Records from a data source
+---+

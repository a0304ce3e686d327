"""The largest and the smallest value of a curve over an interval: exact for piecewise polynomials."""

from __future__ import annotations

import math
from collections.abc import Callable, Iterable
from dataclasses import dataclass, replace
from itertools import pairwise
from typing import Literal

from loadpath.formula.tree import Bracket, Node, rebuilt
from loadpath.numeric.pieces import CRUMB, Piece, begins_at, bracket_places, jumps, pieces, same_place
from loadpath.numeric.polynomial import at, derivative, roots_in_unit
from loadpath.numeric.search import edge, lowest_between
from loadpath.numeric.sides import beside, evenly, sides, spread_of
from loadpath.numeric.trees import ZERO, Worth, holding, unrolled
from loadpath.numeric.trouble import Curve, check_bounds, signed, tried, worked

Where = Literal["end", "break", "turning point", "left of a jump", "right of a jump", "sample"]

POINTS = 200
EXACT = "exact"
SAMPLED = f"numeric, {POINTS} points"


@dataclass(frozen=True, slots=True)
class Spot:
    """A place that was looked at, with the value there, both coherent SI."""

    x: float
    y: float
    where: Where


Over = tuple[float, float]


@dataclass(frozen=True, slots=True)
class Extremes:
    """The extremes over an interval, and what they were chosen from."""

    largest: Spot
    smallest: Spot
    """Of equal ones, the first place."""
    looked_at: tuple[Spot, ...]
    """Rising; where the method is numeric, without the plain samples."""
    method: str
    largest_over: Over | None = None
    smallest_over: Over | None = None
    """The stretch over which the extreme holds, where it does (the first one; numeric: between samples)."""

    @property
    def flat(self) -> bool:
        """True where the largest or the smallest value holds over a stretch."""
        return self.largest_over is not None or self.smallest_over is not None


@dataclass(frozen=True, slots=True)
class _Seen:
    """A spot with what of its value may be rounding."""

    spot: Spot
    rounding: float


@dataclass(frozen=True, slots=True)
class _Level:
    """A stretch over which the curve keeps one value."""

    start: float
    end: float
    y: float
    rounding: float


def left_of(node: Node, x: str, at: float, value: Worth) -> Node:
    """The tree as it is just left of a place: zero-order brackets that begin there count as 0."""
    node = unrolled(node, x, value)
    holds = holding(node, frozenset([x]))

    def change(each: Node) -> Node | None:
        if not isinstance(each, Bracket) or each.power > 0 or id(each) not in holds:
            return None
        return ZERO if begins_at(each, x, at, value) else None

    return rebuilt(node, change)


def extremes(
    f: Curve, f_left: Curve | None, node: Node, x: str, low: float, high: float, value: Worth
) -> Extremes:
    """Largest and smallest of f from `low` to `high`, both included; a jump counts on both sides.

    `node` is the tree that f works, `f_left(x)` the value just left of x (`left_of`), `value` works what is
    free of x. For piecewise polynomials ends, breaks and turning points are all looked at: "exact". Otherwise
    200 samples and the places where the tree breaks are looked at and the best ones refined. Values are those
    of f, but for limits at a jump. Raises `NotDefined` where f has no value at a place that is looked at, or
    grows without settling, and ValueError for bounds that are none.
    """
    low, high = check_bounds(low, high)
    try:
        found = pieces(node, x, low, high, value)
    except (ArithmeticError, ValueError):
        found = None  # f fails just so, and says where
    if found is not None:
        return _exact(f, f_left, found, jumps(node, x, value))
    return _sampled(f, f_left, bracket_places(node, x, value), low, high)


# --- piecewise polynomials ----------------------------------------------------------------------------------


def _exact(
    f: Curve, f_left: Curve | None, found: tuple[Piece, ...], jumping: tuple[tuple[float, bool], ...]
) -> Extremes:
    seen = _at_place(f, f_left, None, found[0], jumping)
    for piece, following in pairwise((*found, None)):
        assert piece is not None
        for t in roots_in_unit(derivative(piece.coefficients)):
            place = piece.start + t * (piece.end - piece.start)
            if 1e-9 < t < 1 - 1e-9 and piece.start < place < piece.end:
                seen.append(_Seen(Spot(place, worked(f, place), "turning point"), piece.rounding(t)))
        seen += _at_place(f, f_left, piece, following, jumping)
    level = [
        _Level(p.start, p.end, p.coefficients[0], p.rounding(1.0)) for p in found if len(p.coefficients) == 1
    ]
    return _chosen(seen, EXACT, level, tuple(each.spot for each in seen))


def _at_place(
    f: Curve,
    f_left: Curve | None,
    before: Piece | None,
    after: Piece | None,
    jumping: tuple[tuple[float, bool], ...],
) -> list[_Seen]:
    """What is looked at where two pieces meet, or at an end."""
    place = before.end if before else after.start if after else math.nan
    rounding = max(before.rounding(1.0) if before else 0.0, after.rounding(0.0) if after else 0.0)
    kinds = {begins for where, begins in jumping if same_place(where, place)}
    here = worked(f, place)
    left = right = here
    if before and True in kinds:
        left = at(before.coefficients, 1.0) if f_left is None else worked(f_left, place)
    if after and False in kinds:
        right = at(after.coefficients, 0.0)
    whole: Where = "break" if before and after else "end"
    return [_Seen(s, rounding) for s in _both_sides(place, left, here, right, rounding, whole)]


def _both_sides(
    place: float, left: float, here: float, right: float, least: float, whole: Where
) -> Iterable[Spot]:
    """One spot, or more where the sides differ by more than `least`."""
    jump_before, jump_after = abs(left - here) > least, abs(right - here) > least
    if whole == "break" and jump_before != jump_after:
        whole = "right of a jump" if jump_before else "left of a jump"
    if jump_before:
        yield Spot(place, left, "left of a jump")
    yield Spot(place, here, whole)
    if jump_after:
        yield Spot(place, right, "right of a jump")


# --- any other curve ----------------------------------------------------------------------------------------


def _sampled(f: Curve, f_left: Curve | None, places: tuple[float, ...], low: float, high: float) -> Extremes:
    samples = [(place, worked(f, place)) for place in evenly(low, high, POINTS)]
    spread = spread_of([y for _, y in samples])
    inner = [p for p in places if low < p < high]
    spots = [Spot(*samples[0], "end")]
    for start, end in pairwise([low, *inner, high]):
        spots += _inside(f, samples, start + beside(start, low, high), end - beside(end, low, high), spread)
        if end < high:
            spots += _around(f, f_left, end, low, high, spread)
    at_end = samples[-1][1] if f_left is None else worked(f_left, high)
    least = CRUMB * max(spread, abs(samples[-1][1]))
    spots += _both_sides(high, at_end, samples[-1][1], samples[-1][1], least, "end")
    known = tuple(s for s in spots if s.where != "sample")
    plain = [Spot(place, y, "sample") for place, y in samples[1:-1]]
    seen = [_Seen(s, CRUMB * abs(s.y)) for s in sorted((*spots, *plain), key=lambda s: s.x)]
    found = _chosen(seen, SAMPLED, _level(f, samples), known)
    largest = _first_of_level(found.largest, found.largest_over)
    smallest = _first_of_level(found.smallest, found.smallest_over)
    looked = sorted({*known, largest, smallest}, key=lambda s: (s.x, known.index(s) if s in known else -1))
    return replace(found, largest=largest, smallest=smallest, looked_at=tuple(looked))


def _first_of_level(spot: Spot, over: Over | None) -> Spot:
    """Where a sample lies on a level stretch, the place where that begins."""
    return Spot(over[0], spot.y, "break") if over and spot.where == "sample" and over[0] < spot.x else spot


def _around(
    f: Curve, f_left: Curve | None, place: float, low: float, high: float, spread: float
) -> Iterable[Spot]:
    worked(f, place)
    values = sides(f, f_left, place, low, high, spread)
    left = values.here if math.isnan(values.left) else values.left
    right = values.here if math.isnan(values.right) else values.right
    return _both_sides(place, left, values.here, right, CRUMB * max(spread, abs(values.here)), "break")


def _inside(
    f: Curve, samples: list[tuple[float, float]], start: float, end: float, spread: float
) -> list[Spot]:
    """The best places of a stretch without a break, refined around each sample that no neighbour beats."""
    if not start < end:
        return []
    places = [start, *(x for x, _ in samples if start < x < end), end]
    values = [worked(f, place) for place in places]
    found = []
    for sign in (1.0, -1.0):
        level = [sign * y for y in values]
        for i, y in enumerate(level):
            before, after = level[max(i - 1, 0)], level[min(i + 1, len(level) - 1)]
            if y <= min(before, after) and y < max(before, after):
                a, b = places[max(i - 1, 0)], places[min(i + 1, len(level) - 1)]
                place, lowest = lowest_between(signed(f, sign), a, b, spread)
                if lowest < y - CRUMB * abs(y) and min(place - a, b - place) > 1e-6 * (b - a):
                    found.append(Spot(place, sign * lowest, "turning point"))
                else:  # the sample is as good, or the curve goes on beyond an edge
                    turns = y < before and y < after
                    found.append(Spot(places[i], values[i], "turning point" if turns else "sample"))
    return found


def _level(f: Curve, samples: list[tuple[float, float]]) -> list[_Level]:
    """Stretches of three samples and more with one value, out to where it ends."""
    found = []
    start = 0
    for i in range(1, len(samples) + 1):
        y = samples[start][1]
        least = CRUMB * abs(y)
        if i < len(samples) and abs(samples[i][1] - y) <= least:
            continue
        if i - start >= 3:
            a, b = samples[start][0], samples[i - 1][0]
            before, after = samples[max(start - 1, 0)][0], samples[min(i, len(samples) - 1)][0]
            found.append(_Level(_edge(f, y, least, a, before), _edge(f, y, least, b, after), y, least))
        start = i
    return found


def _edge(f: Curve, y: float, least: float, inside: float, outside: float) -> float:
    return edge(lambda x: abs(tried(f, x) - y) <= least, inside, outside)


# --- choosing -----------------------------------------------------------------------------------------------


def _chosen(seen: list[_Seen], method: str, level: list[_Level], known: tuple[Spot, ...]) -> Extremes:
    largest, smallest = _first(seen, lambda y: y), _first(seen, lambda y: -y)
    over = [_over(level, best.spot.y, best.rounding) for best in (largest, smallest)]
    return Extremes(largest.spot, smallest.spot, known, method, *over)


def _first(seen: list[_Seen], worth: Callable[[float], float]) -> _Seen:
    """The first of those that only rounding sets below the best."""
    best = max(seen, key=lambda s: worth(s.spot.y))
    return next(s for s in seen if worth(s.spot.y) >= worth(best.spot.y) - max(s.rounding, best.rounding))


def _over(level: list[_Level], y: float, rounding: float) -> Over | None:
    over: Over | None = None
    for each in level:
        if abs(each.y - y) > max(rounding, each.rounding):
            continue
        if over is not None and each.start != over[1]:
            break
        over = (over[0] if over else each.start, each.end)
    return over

+---+

Task
Only the lines from the first line of the records through the line with "from loadpath.numeric.polynomial import" should be reproduced, exactly and with nothing added.

Written solution
repository a0304ce3e686d327
"""The largest and the smallest value of a curve over an interval: exact for piecewise polynomials."""

from __future__ import annotations

import math
from collections.abc import Callable, Iterable
from dataclasses import dataclass, replace
from itertools import pairwise
from typing import Literal

from loadpath.formula.tree import Bracket, Node, rebuilt
from loadpath.numeric.pieces import CRUMB, Piece, begins_at, bracket_places, jumps, pieces, same_place
from loadpath.numeric.polynomial import at, derivative, roots_in_unit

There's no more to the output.